Getting Started¶

Get from install to a passing test against your own voice agent.

1. Install¶

uv (recommended)pip

uv tool install voicetest

pip install voicetest

Verify:

voicetest --version

2. See it work¶

The fastest path to a working setup — a healthcare receptionist agent and 8 test cases that ship with voicetest:

# Free tier, no credit card: https://console.groq.com
export GROQ_API_KEY=gsk_...

voicetest demo --serve

This loads the demo agent, starts the web UI at http://localhost:8000, and lets you run the suite from the browser.
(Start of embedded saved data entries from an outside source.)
package org.pairpulse.ops.analysis.backtest;

import static org.junit.jupiter.api.Assertions.assertEquals;
import static org.junit.jupiter.api.Assertions.assertThrows;
import static org.junit.jupiter.api.Assertions.assertTrue;

import java.io.IOException;
import java.io.Reader;
import java.nio.file.Files;
import java.nio.file.Path;
import java.time.Duration;
import java.util.ArrayList;
import java.util.List;
import java.util.Map;
import java.util.Properties;
import java.util.TreeMap;
import org.junit.jupiter.api.Test;
import org.junit.jupiter.api.io.TempDir;
import org.apache.kafka.common.config.ConfigDef;
import org.pairpulse.ops.product.evaluation.EvaluationKeys;
import org.pairpulse.ops.product.run.ConfigParts;
import org.pairpulse.ops.product.run.RunConfig;
import org.pairpulse.ops.product.run.RunConfigException;
import org.pairpulse.serve.suggest.SuggestionRanking;
import org.pairpulse.sketch.horizon.HorizonSpec;

/** The backtest's settings file reads the run configuration's file: one file serves a production run and its replay. */
class SettingsFileTest {

  @Test
  void theRunConfigurationExampleIsAValidBacktestSettingsFile() throws IOException {
    Path example = Path.of("config", "pairpulse.example.properties");
    // what 'pairpulse run --config' reads; its secret references (${env:…}) stand in for values set at deployment
    Properties properties = new Properties();
    try (Reader reader = Files.newBufferedReader(example)) {
      properties.load(reader);
    }
    Map<String, String> raw = new TreeMap<>();
    for (String name : properties.stringPropertyNames()) {
      String value = properties.getProperty(name);
      raw.put(name, value.contains("${") ? "set-at-deployment-0123456789" : value);
    }
    RunConfig run = RunConfig.of(raw, example.toString());
    List<String> notes = new ArrayList<>();
    BacktestSettings settings = SettingsFile.read(example, BacktestSettings.defaults(), notes::add);
    // the engine and its horizons are the run's
    assertEquals(run.engine().horizons(), settings.engine().horizons());
    assertEquals(run.engine().trackedPairCapacity(), settings.engine().trackedPairCapacity());
    assertEquals(run.engine().pairEpsilon(), settings.engine().pairEpsilon());
    assertEquals(run.serve().driftSettings(), settings.drift());
    // the run-only keys present are named in a note, nothing else is
    for (String note : notes) {
      assertTrue(SettingsFile.RUN_ONLY_KEYS.stream().anyMatch(note::contains), note);
    }
  }

  @Test
  void horizonKeysChangeTheEngineAndRunOnlyKeysAreNoted() {
    List<String> notes = new ArrayList<>();
    BacktestSettings settings = SettingsFile.apply(Map.of("horizon.recent.half.life.ms", "7200000",
        "horizon.day.length.ms", "43200000", "horizon.day.panes", "12", "run.sketch.health.interval.ms", "60000",
        "evaluation.ranking", "association"), BacktestSettings.defaults(), notes::add);
    List<HorizonSpec> horizons = settings.engine().horizons();
    assertEquals(HorizonSpec.decay("recent", Duration.ofHours(2)), horizons.get(0));
    assertEquals(HorizonSpec.window("day", Duration.ofHours(12), 12), horizons.get(1));
    assertEquals(HorizonSpec.BASELINE, horizons.get(2));
    assertEquals(SuggestionRanking.ASSOCIATION, settings.evaluation().ranking());
    assertEquals(List.of("ignoring 'run.sketch.health.interval.ms': only 'pairpulse run' uses it"), notes);
  }

  @Test
  void aRefreshIntervalLongerThanTheDefaultSummaryIntervalTakesTheSummaryWithIt() {
    // as --refresh-every 12h does on the command line: the summary interval (default 6 h) follows up to 12 h
    BacktestSettings longRefresh = SettingsFile.apply(Map.of("backtest.refresh.every.ms", "43200000"),
        BacktestSettings.defaults());
    assertEquals(43_200_000L, longRefresh.refreshEveryMillis());
    assertEquals(43_200_000L, longRefresh.summaryEveryMillis());
    // a summary interval that is given is kept, and a shorter refresh leaves the default summary interval alone
    assertEquals(86_400_000L, SettingsFile.apply(Map.of("backtest.refresh.every.ms", "43200000",
        "backtest.summary.every.ms", "86400000"), BacktestSettings.defaults()).summaryEveryMillis());
    assertEquals(BacktestSettings.defaults().summaryEveryMillis(), SettingsFile.apply(
        Map.of("backtest.refresh.every.ms", "60000"), BacktestSettings.defaults()).summaryEveryMillis());
    // given both, a summary shorter than the refresh is still an error
    assertThrows(IllegalArgumentException.class, () -> SettingsFile.apply(Map.of("backtest.refresh.every.ms",
        "43200000", "backtest.summary.every.ms", "3600000"), BacktestSettings.defaults()));
  }

  @Test
  void unknownKeysAndBadValuesAreErrorsThatNameThem() {
    IllegalArgumentException typo = assertThrows(IllegalArgumentException.class,
        () -> SettingsFile.apply(Map.of("horizon.recent.halflife", "1"), BacktestSettings.defaults()));
    assertTrue(typo.getMessage().contains("horizon.recent.halflife"), typo.getMessage());
    IllegalArgumentException bad = assertThrows(IllegalArgumentException.class,
        () -> SettingsFile.apply(Map.of("horizon.day.panes", "many"), BacktestSettings.defaults()));
    assertTrue(bad.getMessage().contains("horizon.day.panes"), bad.getMessage());
    IllegalArgumentException ranking = assertThrows(IllegalArgumentException.class,
        () -> SettingsFile.apply(Map.of("evaluation.ranking", "popular"), BacktestSettings.defaults()));
    assertTrue(ranking.getMessage().contains("posterior"), ranking.getMessage());
  }

  @Test
  void aFileWithRunKeysReadsWithNotes(@TempDir Path directory) throws IOException {
    Path file = directory.resolve("both.properties");
    Files.writeString(file, "run.sketch.health.interval.ms=60000\ndrift.min.dwell.ms=0\n");
    List<String> notes = new ArrayList<>();
    BacktestSettings settings = SettingsFile.read(file, BacktestSettings.defaults(), notes::add);
    assertEquals(0, settings.drift().minDwellMillis());
    assertEquals(1, notes.size());
    assertTrue(notes.get(0).contains("run.sketch.health.interval.ms"), notes.get(0));
  }
  /** A settings file written before the keys were respelled reads as the same settings, with one note per key. */
  @Test
  void theEarlierSpellingsStillReadWithADeprecationNoteEach(@TempDir Path directory) throws IOException {
    Path earlier = directory.resolve("earlier.properties");
    Files.writeString(earlier, String.join("\n", "engine.trackedPairCapacity=512", "engine.pairRanking=count",
        "horizon.recent.halfLifeMillis=7200000", "drift.minDwellMillis=0", "serve.cohortFloor=20",
        "backtest.refreshEveryMillis=600000", "evaluation.minConfidence=0.1", "run.sketchHealthIntervalMillis=1000", ""));
    Path now = directory.resolve("now.properties");
    Files.writeString(now, String.join("\n", "engine.tracked.pair.capacity=512", "engine.pair.ranking=count",
        "horizon.recent.half.life.ms=7200000", "drift.min.dwell.ms=0", "serve.cohort.floor=20",
        "backtest.refresh.every.ms=600000", "evaluation.min.confidence=0.1", ""));
    List<String> notes = new ArrayList<>();
    BacktestSettings fromEarlier = SettingsFile.read(earlier, BacktestSettings.defaults(), notes::add);
    BacktestSettings fromNow = SettingsFile.read(now, BacktestSettings.defaults());
    assertEquals(fromNow, fromEarlier);
    assertEquals(512, fromEarlier.engine().trackedPairCapacity());
    assertEquals(0.1, fromEarlier.evaluation().minConfidence());
    assertEquals(600_000, fromEarlier.refreshEveryMillis());
    assertEquals(9, notes.size(), String.join("\n", notes));
    assertTrue(notes.contains("key 'backtest.refreshEveryMillis' is deprecated: use 'backtest.refresh.every.ms'"),
        notes.toString());
    assertTrue(notes.contains("ignoring 'run.sketch.health.interval.ms': only 'pairpulse run' uses it"), notes.toString());
  }

  /** The backtest checks a value as 'pairpulse run' does: the same definition, the same range. */
  @Test
  void valuesAreCheckedByTheSameDefinitionsAsTheRunConfiguration() {
    for (Map.Entry<String, String> bad : Map.of("engine.tracked.pair.capacity", "1", "engine.pair.epsilon", "1.5",
        "horizon.day.panes", "0", "evaluation.k", "0", "drift.exit.ratio", "0.5", "engine.size.classes", "2,3+",
        "backtest.summary.top", "-1").entrySet()) {
      IllegalArgumentException e = assertThrows(IllegalArgumentException.class,
          () -> SettingsFile.apply(Map.of(bad.getKey(), bad.getValue()), BacktestSettings.defaults()), bad.toString());
      assertTrue(e.getMessage().startsWith(bad.getKey() + "=" + bad.getValue() + ": "), e.getMessage());
      RunConfigException run = assertThrows(RunConfigException.class, () -> RunConfig.of(Map.of("bootstrap.servers",
          "k:9092", "topics", "t", bad.getKey(), bad.getValue()), "run"), bad.toString());
      if (!bad.getKey().startsWith("backtest.")) {
        assertEquals(e.getMessage(), run.problems().get(0), "the same check, the same words");
      }
    }
  }
  /** README-ops-analysis's table is the backtest's and evaluation's definitions; every key it names is defined. */
  @Test
  void theReadmeTablesAreTheDefinitions() throws IOException {
    Path readme = Path.of("README-ops-analysis.md");
    String text = Files.readString(readme);
    String begin = "<!-- backtest-keys-table:begin -->\n";
    String end = "<!-- backtest-keys-table:end -->";
    List<ConfigDef.ConfigKey> keys = new ArrayList<>(BacktestKeys.DEFINITION.configKeys().values());
    keys.addAll(EvaluationKeys.OFFLINE.configKeys().values());
    String table = ConfigParts.markdownTable(keys);
    if (Boolean.getBoolean("pairpulse.writeDocs")) {
      text = text.substring(0, text.indexOf(begin) + begin.length()) + table + text.substring(text.indexOf(end));
      Files.writeString(readme, text);
    }
    assertEquals(table, text.substring(text.indexOf(begin) + begin.length(), text.indexOf(end)),
        "README-ops-analysis.md's key table is stale; regenerate it with -Dpairpulse.writeDocs=true");
    String families = text.substring(text.indexOf("**Settings file**"), text.indexOf(begin));
    java.util.regex.Matcher key = java.util.regex.Pattern.compile("`([a-z0-9]+(?:\\.[a-z0-9]+)+)`").matcher(families);
    int named = 0;
    while (key.find()) {
      if (!key.group(1).endsWith(".md") && !key.group(1).contains("example")) {
        assertTrue(SettingsFile.PARTS.key(key.group(1)) != null, "README-ops-analysis names an undefined key: " + key.group(1));
        named++;
      }
    }
    assertTrue(named >= 12, "keys named: " + named);
  }
  /** What backtest, report and the replay benchmarks print for a file with an earlier spelling: one line a key. */
  @Test
  void theCommandsPrintEachDeprecationOnceWithTheirName(@TempDir Path directory) throws IOException {
    Path file = directory.resolve("earlier.properties");
    Files.writeString(file, "serve.cohortFloor=20\nengine.pairRanking=count\n");
    java.io.StringWriter err = new java.io.StringWriter();
    BacktestSettings settings = SettingsFile.readOption(file, BacktestSettings.defaults(), new java.io.PrintWriter(err),
        "report");
    assertEquals(20.0, settings.cohortFloor());
    assertEquals(List.of("report: " + file + ": key 'engine.pairRanking' is deprecated: use 'engine.pair.ranking'",
        "report: " + file + ": key 'serve.cohortFloor' is deprecated: use 'serve.cohort.floor'"),
        err.toString().lines().toList());
    assertEquals(BacktestSettings.defaults(), SettingsFile.readOption(null, BacktestSettings.defaults(),
        new java.io.PrintWriter(err), "report"), "no file: the base");
  }
}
No API key? Use Claude Code

If you have Claude Code installed, skip the Groq key and pick claudecode/sonnet as your model in the UI. See Claude Code Integration.

CLI Demo

3. Test your own agent¶

The demo proves voicetest works. Now point it at your agent.

Export your agent config¶

Platform	How to get the JSON
Retell	Dashboard → your Conversation Flow → "Export". Or pull via API: `curl -H "Authorization: Bearer $RETELL_API_KEY" https://api.retellai.com/get-conversation-flow/<id> > agent.json`
VAPI	Dashboard → your Assistant → "Export JSON".
Bland	Pathway editor → JSON view → copy.
Telnyx	Mission Control Portal → AI Assistant → "Export".
LiveKit	Use your agent's existing config file.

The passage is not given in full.